With Young's air tank almost depleted, another diver, Justin Hancock, tried to resume the search in the sweeping current. He couldn't find where Young had left off.
Armed with a replenished air tank, Young returned to the water. After several tries, he found the hole he had just dug. Then he found what he thought was a fishing line.
It was a rope. On the other end — a 3-foot-long, 10- to 20-pound grate.
It would be the last of the team's discoveries.

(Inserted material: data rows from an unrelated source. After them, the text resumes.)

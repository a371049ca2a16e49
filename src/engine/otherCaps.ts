import { rankOf } from "./caps.ts";
import { type Engine, nano } from "./engine.ts";
import {
  alike,
  alikeInY,
  cellsOfGroups,
  type Group,
  groupsOfCells,
  groupsOfPairs,
  pairsOfGroups,
  together,
  without,
} from "./groups.ts";
import { armsOfCells, armsOfPairs, type MeasuredMetric, ownScales, type Scales, widened } from "./measuredMetric.ts";
import { nanoOf, nanoText } from "./nano.ts";
import type { PowerClass } from "./pivot.ts";
import { aboveCaps, type Dialect, extremes, valueFromTop } from "./sql/index.ts";
import { decimalTables, jointTables, measured } from "./tables.ts";
import type { ChoiceCells, OtherCells } from "./types.ts";

const OTHER_QUANTILES = [
  ["cap-0.99", "0.99"],
  ["cap-0.999", "0.999"],
] as const;

/** A cap that the plan does not set, in 10^-9; null: none. */
interface OtherCap {
  readonly choice: OtherCells;
  readonly cap: bigint | null;
}

/**
 * A metric under other caps: none, and the two usual quantiles. Asked for are the sums of the units only that lie above
 * one of the caps; the others are the same under each.
 */
export async function capChoices(one: MeasuredMetric, engine: Engine, dialect: Dialect): Promise<ChoiceCells[]> {
  const { summary } = one.metric;
  const most = one.of.largest.reduce<bigint | null>((max, end) => (max === null || end > max ? end : max), null);
  if (most === null || (summary !== "mean" && summary !== "ratio-of-totals")) return [];
  const own = one.cap === null ? null : nanoOf(one.cap);
  const largest = own === null ? most : await largestBeforeCap(one, engine);
  const caps = await otherCaps(one, own, largest, engine, dialect);
  if (caps.length === 0) return [];
  const ladder = [...new Set([own, ...caps.map(({ cap }) => cap)].filter((cap) => cap !== null))].sort(ascending);
  const above = await sumsAbove(one, ladder, largest, engine, dialect);
  return caps.map(({ choice, cap }) => under(one, above, ladder, own, choice, cap));
}

/** Those that change a value which the plan's own cap leaves, or leave one that it changes; of two alike the first. */
async function otherCaps(
  one: MeasuredMetric,
  own: bigint | null,
  largest: bigint,
  engine: Engine,
  dialect: Dialect,
): Promise<OtherCap[]> {
  const n = one.y.classes.reduce((sum, group) => sum + group.n, 0n);
  const found: OtherCap[] = [{ choice: "no-cap", cap: null }];
  for (const [choice, q] of OTHER_QUANTILES) {
    const cap = await fromTheTop(one, n - rankOf(q, n), engine, dialect);
    // Where so few units have more than 0 nothing would be left to compare.
    if (cap !== null) found.push({ choice, cap });
  }
  const effect = (cap: bigint | null) => (cap === null || cap >= largest ? null : cap);
  const effects = [effect(own), ...found.map(({ cap }) => effect(cap))];
  return found.filter((_, i) => effects.indexOf(effects[i + 1] ?? null) === i + 1);
}

/** The value that `above` others exceed or equal; null where it is not above 0. */
async function fromTheTop(
  { plain, y }: MeasuredMetric,
  above: bigint,
  engine: Engine,
  dialect: Dialect,
): Promise<bigint | null> {
  const [row] = await engine.query(valueFromTop(plain, nanoText(lowestNeeded(y.classes, above)), above, dialect));
  const found = row === undefined ? 0n : nano(row, "x");
  return found > 0n ? found : null;
}

/** A value from which on upwards there are more than `above` units: few are sorted then. The cap moves none below it. */
function lowestNeeded(classes: readonly PowerClass[], above: bigint): bigint {
  const positive = classes.filter(({ powerOfTwo, least }) => powerOfTwo !== null && least > 0n);
  if (positive.length < classes.filter(({ powerOfTwo }) => powerOfTwo !== null).length) return 0n;
  const fromTop = positive.sort((a, b) => (a.least > b.least ? -1 : 1));
  let n = 0n;
  for (const { n: own, least } of fromTop) {
    n += own;
    if (n > above) return least;
  }
  return 0n;
}

async function largestBeforeCap({ plain }: MeasuredMetric, engine: Engine): Promise<bigint> {
  const [ends = {}] = await engine.query(extremes([plain]));
  return nano(ends, "most0");
}

/** Sums of the units above the lowest cap; the bucket is how many of the caps a unit lies above. */
interface SumsAbove {
  readonly scales: Scales;
  readonly values: readonly Group[];
  readonly pairs: readonly Group[];
}

async function sumsAbove(
  one: MeasuredMetric,
  ladder: readonly bigint[],
  largest: bigint,
  engine: Engine,
  dialect: Dialect,
): Promise<SumsAbove> {
  const { plain, y, paired } = one;
  const scales = { ...ownScales(one), y: widened(y.scale, y.pivot, [largest, largest]) };
  const over = aboveCaps(plain, ladder.map(nanoText), dialect);
  const measuredY = measured(plain, y.pivot, scales.y, [], dialect);
  const [ofY, ofX] = await decimalTables(paired === null ? [measuredY] : [measuredY, paired.x], engine, over);
  if (ofY === undefined) throw new Error("no sums above a cap");
  if (paired === null || ofX === undefined) return { scales, values: groupsOfCells(ofY), pairs: [] };
  const [joint] = await jointTables([{ y: measuredY, x: paired.x, ofY, ofX }], engine, over);
  return { scales, values: groupsOfCells(ofY), pairs: joint === undefined ? [] : groupsOfPairs(joint) };
}

/** The metric's cells as if its cap were another. */
function under(
  one: MeasuredMetric,
  above: SumsAbove,
  ladder: readonly bigint[],
  own: bigint | null,
  choice: OtherCells,
  cap: bigint | null,
): ChoiceCells {
  const { y, paired } = one;
  const { scales } = above;
  const exceeds = (limit: bigint | null) => (limit === null ? ladder.length + 1 : ladder.indexOf(limit) + 1);
  const held = (limit: bigint | null, scale: number) => (group: Group) =>
    limit === null ? group : alike(group.variant, group.n, limit, nanoOf(y.pivot), scale);
  const heldPairs = (limit: bigint | null, scale: number) => (group: Group) =>
    limit === null ? group : alikeInY(group, limit, nanoOf(y.pivot), scale);
  return {
    choice,
    of: cellsOfGroups(
      y.pivot,
      scales.y,
      recapped(armsOfCells(one, scales), above.values, {
        own: [exceeds(own), held(own, scales.y)],
        other: [exceeds(cap), held(cap, scales.y)],
      }),
    ),
    joint:
      paired === null
        ? null
        : pairsOfGroups(
            [y.pivot, paired.x.pivot],
            [scales.y, scales.x],
            recapped(armsOfPairs(one, scales), above.pairs, {
              own: [exceeds(own), heldPairs(own, scales.y)],
              other: [exceeds(cap), heldPairs(cap, scales.y)],
            }),
          ),
  };
}

/** From which bucket on units are held down, and their sums when they are. */
type Held = readonly [from: number, sums: (group: Group) => Group];

/** Takes the units above the lowest cap out as the plan holds them, and puts them back as the other cap does. */
function recapped(
  arms: readonly Group[],
  above: readonly Group[],
  { own, other }: { readonly own: Held; readonly other: Held },
): Group[] {
  return arms.flatMap((arm) => {
    const groups = above.filter(({ variant }) => variant === arm.variant);
    const as = ([from, sums]: Held) => groups.map((group) => (group.bucket >= from ? sums(group) : group));
    return together([without(arm, together(as(own))), ...as(other)]) ?? [];
  });
}

const ascending = (a: bigint, b: bigint) => (a < b ? -1 : a > b ? 1 : 0);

After bringing the grate to shore, Young never went up the bank to see what was inside the plastic bag: the skeletal remains, including the skull, of Christopher.
DNA tests proved it. Prosecutors recently asked Young if he wanted to see the pictures. He declined.
“That's not what I signed up for,” he said. “I kept telling myself it was a ball. It was just a ball.”
He now knows it was the most morbid miracle anyone can imagine.
“For that little boy to still be there two years later with all that went on with that river,” Young said, his voice trailing off.
The discovery “was simply meant to be.”